(Work task): Print every line below without adding or leaving out a single word.

Data items:
####

Method
------
For each spectral bin the detected stellar electrons per second out of
transit are

    r = A * integral[ F_lambda * T(lambda) * lambda / (h c) dlambda ]   (bin)

(flux density x area x throughput x bin width / photon energy).  Over an
elapsed in-transit time ``T_in`` and baseline ``T_out`` a fraction ``d`` of the
time (the duty cycle) collects light, so ``N_out = r d T_out`` and
``N_in = (1 - delta) r d T_in``.  With the depth estimated as
``delta = 1 - (N_in / T_in) / (N_out / T_out)``, error propagation gives

    sigma_delta^2 = (1 - delta)^2 [ V_in / N_in^2 + V_out / N_out^2 ],

where ``V`` is the variance of the counts: the star's Poisson variance ``N``
plus, per pixel of the extraction box and in quadrature, the background and
dark-current electrons and the read noise (first-order propagation of
independent errors through the ratio of two count rates; any statistics
text, e.g. Bevington & Robinson 2003, *Data Reduction and Error Analysis*,
3rd ed., ch. 3).  For pure photon noise this is
``sigma_delta = (1 - delta) sqrt(1/N_in + 1/N_out)``.

Up-the-ramp readout (Rauscher et al. 2007, PASP 119, 768): an integration
of ``n`` groups spaced ``t_group`` apart, followed by ``n_reset`` reset
frames, collects light for ``(n - 1) t_group`` of its elapsed
``n t_group + n_reset t_frame``; the duty cycle is their ratio (for one frame
per group and one reset, ``(n - 1) / (n + 1)``).  The read-noise variance of
the fitted ramp of one pixel is ``12 (n - 1) sigma_read^2 / (m n (n + 1))``
for ``m`` frames averaged per group (Rauscher et al. 2007, eq. 1, read term;
equation number from memory);
for ``n = 2`` this is the familiar ``2 sigma_read^2`` of a correlated double
sample.  The photon term is taken as pure Poisson; the ramp-fit excess of the
shot noise (the ``6 (n^2 + 1) / 5 n (n + 1)`` factor of the same equation) is
neglected, a documented simplification.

####

(Result for this task):
Method
------
For each spectral bin the detected stellar electrons per second out of
transit are

    r = A * integral[ F_lambda * T(lambda) * lambda / (h c) dlambda ]   (bin)

(flux density x area x throughput x bin width / photon energy).  Over an
elapsed in-transit time ``T_in`` and baseline ``T_out`` a fraction ``d`` of the
time (the duty cycle) collects light, so ``N_out = r d T_out`` and
``N_in = (1 - delta) r d T_in``.  With the depth estimated as
``delta = 1 - (N_in / T_in) / (N_out / T_out)``, error propagation gives

    sigma_delta^2 = (1 - delta)^2 [ V_in / N_in^2 + V_out / N_out^2 ],

where ``V`` is the variance of the counts: the star's Poisson variance ``N``
plus, per pixel of the extraction box and in quadrature, the background and
dark-current electrons and the read noise (first-order propagation of
independent errors through the ratio of two count rates; any statistics
text, e.g. Bevington & Robinson 2003, *Data Reduction and Error Analysis*,
3rd ed., ch. 3).  For pure photon noise this is
``sigma_delta = (1 - delta) sqrt(1/N_in + 1/N_out)``.

Up-the-ramp readout (Rauscher et al. 2007, PASP 119, 768): an integration
of ``n`` groups spaced ``t_group`` apart, followed by ``n_reset`` reset
frames, collects light for ``(n - 1) t_group`` of its elapsed
``n t_group + n_reset t_frame``; the duty cycle is their ratio (for one frame
per group and one reset, ``(n - 1) / (n + 1)``).  The read-noise variance of
the fitted ramp of one pixel is ``12 (n - 1) sigma_read^2 / (m n (n + 1))``
for ``m`` frames averaged per group (Rauscher et al. 2007, eq. 1, read term;
equation number from memory);
for ``n = 2`` this is the familiar ``2 sigma_read^2`` of a correlated double
sample.  The photon term is taken as pure Poisson; the ramp-fit excess of the
shot noise (the ``6 (n^2 + 1) / 5 n (n + 1)`` factor of the same equation) is
neglected, a documented simplification.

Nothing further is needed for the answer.